**Task item:**
Repeat the entries that follow, exactly as they are written.

**Input data:**

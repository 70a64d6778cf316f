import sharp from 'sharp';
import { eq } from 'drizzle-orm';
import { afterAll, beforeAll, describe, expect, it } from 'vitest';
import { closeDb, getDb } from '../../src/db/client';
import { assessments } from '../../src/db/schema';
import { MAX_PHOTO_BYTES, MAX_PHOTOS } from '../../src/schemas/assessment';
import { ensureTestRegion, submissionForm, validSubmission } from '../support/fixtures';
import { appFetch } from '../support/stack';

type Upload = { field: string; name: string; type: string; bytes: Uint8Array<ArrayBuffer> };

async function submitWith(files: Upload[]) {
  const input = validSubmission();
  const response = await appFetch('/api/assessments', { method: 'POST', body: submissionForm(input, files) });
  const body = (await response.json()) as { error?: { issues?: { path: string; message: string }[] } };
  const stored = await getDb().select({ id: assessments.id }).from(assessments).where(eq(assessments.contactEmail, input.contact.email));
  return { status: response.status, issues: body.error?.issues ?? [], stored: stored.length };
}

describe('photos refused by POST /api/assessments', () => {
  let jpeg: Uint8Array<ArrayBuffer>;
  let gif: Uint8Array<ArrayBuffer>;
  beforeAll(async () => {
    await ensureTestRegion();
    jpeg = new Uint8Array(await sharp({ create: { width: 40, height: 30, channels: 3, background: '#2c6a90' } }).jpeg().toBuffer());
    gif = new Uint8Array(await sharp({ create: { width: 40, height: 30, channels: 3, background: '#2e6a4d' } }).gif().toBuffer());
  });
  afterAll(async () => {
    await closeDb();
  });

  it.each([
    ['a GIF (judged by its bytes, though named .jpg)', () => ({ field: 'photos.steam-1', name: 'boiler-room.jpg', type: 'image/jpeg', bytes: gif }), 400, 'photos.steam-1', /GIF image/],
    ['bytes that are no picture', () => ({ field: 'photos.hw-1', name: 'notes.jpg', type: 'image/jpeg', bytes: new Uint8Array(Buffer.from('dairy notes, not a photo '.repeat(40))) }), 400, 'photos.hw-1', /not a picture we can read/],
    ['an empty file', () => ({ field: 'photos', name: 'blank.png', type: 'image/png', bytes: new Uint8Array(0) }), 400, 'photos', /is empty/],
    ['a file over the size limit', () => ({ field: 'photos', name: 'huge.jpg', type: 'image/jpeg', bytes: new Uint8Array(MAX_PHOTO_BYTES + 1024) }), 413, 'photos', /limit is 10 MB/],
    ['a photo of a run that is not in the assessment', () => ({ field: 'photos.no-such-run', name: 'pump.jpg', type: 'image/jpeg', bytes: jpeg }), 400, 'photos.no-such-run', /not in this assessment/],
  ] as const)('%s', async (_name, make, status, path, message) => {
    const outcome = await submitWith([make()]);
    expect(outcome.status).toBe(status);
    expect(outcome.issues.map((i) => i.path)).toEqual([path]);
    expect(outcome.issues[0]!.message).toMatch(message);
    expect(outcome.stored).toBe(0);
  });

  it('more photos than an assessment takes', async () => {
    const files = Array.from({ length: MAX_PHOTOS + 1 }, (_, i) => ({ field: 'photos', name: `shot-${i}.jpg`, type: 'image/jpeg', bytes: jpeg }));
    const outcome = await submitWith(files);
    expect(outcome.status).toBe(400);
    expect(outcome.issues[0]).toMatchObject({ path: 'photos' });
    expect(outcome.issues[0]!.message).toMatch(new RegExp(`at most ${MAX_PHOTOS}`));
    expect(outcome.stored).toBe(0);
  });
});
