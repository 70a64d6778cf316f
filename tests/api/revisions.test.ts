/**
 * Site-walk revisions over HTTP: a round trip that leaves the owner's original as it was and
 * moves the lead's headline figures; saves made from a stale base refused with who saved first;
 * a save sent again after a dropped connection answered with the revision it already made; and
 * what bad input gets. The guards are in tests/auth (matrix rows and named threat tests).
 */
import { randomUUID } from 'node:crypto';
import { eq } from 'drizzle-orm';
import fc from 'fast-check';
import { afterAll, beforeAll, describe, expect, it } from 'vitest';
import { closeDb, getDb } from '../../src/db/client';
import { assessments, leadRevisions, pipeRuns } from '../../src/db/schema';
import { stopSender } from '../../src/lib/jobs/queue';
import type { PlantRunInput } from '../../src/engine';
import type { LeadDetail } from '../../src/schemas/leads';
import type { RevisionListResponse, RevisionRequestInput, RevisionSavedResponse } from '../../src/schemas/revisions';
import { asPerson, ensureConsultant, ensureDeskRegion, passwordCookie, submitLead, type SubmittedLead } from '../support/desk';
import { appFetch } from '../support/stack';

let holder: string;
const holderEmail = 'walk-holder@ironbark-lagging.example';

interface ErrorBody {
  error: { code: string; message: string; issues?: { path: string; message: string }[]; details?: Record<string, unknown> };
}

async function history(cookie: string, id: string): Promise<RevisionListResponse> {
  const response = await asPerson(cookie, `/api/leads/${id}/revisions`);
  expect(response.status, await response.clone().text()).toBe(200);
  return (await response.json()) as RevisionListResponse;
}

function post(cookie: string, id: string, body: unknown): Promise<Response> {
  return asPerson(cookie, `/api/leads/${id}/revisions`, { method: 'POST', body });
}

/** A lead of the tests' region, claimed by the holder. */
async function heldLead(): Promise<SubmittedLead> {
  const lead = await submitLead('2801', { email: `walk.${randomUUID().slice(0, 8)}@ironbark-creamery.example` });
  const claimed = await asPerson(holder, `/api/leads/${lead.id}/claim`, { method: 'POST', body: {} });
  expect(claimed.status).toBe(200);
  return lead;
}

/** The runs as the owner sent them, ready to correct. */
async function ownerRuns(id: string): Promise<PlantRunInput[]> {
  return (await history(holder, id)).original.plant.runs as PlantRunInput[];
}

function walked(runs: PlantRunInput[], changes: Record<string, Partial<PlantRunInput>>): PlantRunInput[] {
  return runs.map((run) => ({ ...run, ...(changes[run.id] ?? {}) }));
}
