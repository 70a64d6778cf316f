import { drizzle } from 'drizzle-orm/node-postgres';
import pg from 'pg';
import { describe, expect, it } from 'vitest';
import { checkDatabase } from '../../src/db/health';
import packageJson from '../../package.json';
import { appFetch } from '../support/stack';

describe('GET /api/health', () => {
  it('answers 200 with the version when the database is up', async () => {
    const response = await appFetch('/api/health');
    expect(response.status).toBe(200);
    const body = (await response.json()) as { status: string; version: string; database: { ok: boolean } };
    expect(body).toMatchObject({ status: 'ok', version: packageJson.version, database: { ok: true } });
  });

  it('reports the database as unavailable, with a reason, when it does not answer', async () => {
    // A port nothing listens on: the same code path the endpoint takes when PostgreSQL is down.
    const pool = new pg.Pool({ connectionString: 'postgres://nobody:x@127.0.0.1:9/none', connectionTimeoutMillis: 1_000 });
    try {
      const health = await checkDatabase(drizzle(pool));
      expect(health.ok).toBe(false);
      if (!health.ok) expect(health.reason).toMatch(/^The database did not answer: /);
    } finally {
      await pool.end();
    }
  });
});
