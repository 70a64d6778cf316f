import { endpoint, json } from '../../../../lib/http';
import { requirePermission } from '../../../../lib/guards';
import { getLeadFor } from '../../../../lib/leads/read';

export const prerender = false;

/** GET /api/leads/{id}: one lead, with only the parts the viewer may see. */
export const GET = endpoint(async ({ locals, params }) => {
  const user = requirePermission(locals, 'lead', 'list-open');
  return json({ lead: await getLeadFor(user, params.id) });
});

**Answer area:**
repository 70a64d6778cf316f
import sharp from 'sharp';
import { eq } from 'drizzle-orm';
import { afterAll, beforeAll, describe, expect, it } from 'vitest';
import { closeDb, getDb } from '../../src/db/client';
import { assessments } from '../../src/db/schema';
import { MAX_PHOTO_BYTES, MAX_PHOTOS } from '../../src/schemas/assessment';
import { ensureTestRegion, submissionForm, validSubmission } from '../support/fixtures';
import { appFetch } from '../support/stack';

type Upload = { field: string; name: string; type: string; bytes: Uint8Array<ArrayBuffer> };

async function submitWith(files: Upload[]) {
  const input = validSubmission();
  const response = await appFetch('/api/assessments', { method: 'POST', body: submissionForm(input, files) });
  const body = (await response.json()) as { error?: { issues?: { path: string; message: string }[] } };
  const stored = await getDb().select({ id: assessments.id }).from(assessments).where(eq(assessments.contactEmail, input.contact.email));
  return { status: response.status, issues: body.error?.issues ?? [], stored: stored.length };
}

describe('photos refused by POST /api/assessments', () => {
  let jpeg: Uint8Array<ArrayBuffer>;
  let gif: Uint8Array<ArrayBuffer>;
  beforeAll(async () => {
    await ensureTestRegion();
    jpeg = new Uint8Array(await sharp({ create: { width: 40, height: 30, channels: 3, background: '#2c6a90' } }).jpeg().toBuffer());
    gif = new Uint8Array(await sharp({ create: { width: 40, height: 30, channels: 3, background: '#2e6a4d' } }).gif().toBuffer());
  });
  afterAll(async () => {
    await closeDb();
  });

  it.each([
    ['a GIF (judged by its bytes, though named .jpg)', () => ({ field: 'photos.steam-1', name: 'boiler-room.jpg', type: 'image/jpeg', bytes: gif }), 400, 'photos.steam-1', /GIF image/],
    ['bytes that are no picture', () => ({ field: 'photos.hw-1', name: 'notes.jpg', type: 'image/jpeg', bytes: new Uint8Array(Buffer.from('dairy notes, not a photo '.repeat(40))) }), 400, 'photos.hw-1', /not a picture we can read/],
    ['an empty file', () => ({ field: 'photos', name: 'blank.png', type: 'image/png', bytes: new Uint8Array(0) }), 400, 'photos', /is empty/],
    ['a file over the size limit', () => ({ field: 'photos', name: 'huge.jpg', type: 'image/jpeg', bytes: new Uint8Array(MAX_PHOTO_BYTES + 1024) }), 413, 'photos', /limit is 10 MB/],
    ['a photo of a run that is not in the assessment', () => ({ field: 'photos.no-such-run', name: 'pump.jpg', type: 'image/jpeg', bytes: jpeg }), 400, 'photos.no-such-run', /not in this assessment/],
  ] as const)('%s', async (_name, make, status, path, message) => {
    const outcome = await submitWith([make()]);
    expect(outcome.status).toBe(status);
    expect(outcome.issues.map((i) => i.path)).toEqual([path]);
    expect(outcome.issues[0]!.message).toMatch(message);
    expect(outcome.stored).toBe(0);
  });

  it('more photos than an assessment takes', async () => {
    const files = Array.from({ length: MAX_PHOTOS + 1 }, (_, i) => ({ field: 'photos', name: `shot-${i}.jpg`, type: 'image/jpeg', bytes: jpeg }));
    const outcome = await submitWith(files);
    expect(outcome.status).toBe(400);
    expect(outcome.issues[0]).toMatchObject({ path: 'photos' });
    expect(outcome.issues[0]!.message).toMatch(new RegExp(`at most ${MAX_PHOTOS}`));
    expect(outcome.stored).toBe(0);
  });
});
repository 70a64d6778cf316f
filename tests/api/revisions.test.ts
/**
 * Site-walk revisions over HTTP: a round trip that leaves the owner's original as it was and
 * moves the lead's headline figures; saves made from a stale base refused with who saved first;
 * a save sent again after a dropped connection answered with the revision it already made; and
 * what bad input gets. The guards are in tests/auth (matrix rows and named threat tests).
 */
import { randomUUID } from 'node:crypto';
import { eq } from 'drizzle-orm';
import fc from 'fast-check';
import { afterAll, beforeAll, describe, expect, it } from 'vitest';
import { closeDb, getDb } from '../../src/db/client';
import { assessments, leadRevisions, pipeRuns } from '../../src/db/schema';
import { stopSender } from '../../src/lib/jobs/queue';
import type { PlantRunInput } from '../../src/engine';
import type { LeadDetail } from '../../src/schemas/leads';
import type { RevisionListResponse, RevisionRequestInput, RevisionSavedResponse } from '../../src/schemas/revisions';
import { asPerson, ensureConsultant, ensureDeskRegion, passwordCookie, submitLead, type SubmittedLead } from '../support/desk';
import { appFetch } from '../support/stack';

let holder: string;
const holderEmail = 'walk-holder@ironbark-lagging.example';

interface ErrorBody {
  error: { code: string; message: string; issues?: { path: string; message: string }[]; details?: Record<string, unknown> };
}

async function history(cookie: string, id: string): Promise<RevisionListResponse> {
  const response = await asPerson(cookie, `/api/leads/${id}/revisions`);
  expect(response.status, await response.clone().text()).toBe(200);
  return (await response.json()) as RevisionListResponse;
}

function post(cookie: string, id: string, body: unknown): Promise<Response> {
  return asPerson(cookie, `/api/leads/${id}/revisions`, { method: 'POST', body });
}

/** A lead of the tests' region, claimed by the holder. */
async function heldLead(): Promise<SubmittedLead> {
  const lead = await submitLead('2801', { email: `walk.${randomUUID().slice(0, 8)}@ironbark-creamery.example` });
  const claimed = await asPerson(holder, `/api/leads/${lead.id}/claim`, { method: 'POST', body: {} });
  expect(claimed.status).toBe(200);
  return lead;
}

/** The runs as the owner sent them, ready to correct. */
async function ownerRuns(id: string): Promise<PlantRunInput[]> {
  return (await history(holder, id)).original.plant.runs as PlantRunInput[];
}

function walked(runs: PlantRunInput[], changes: Record<string, Partial<PlantRunInput>>): PlantRunInput[] {
  return runs.map((run) => ({ ...run, ...(changes[run.id] ?? {}) }));
}
repository 70a64d6778cf316f
import { drizzle } from 'drizzle-orm/node-postgres';
import pg from 'pg';
import { describe, expect, it } from 'vitest';
import { checkDatabase } from '../../src/db/health';
import packageJson from '../../package.json';
import { appFetch } from '../support/stack';

describe('GET /api/health', () => {
  it('answers 200 with the version when the database is up', async () => {
    const response = await appFetch('/api/health');
    expect(response.status).toBe(200);
    const body = (await response.json()) as { status: string; version: string; database: { ok: boolean } };
    expect(body).toMatchObject({ status: 'ok', version: packageJson.version, database: { ok: true } });
  });

  it('reports the database as unavailable, with a reason, when it does not answer', async () => {
    // A port nothing listens on: the same code path the endpoint takes when PostgreSQL is down.
    const pool = new pg.Pool({ connectionString: 'postgres://nobody:x@127.0.0.1:9/none', connectionTimeoutMillis: 1_000 });
    try {
      const health = await checkDatabase(drizzle(pool));
      expect(health.ok).toBe(false);
      if (!health.ok) expect(health.reason).toMatch(/^The database did not answer: /);
    } finally {
      await pool.end();
    }
  });
});
repository 70a64d6778cf316f
import { endpoint, json } from '../../../../lib/http';
import { requirePermission } from '../../../../lib/guards';
import { getLeadFor } from '../../../../lib/leads/read';

export const prerender = false;

/** GET /api/leads/{id}: one lead, with only the parts the viewer may see. */
export const GET = endpoint(async ({ locals, params }) => {
  const user = requirePermission(locals, 'lead', 'list-open');
  return json({ lead: await getLeadFor(user, params.id) });
});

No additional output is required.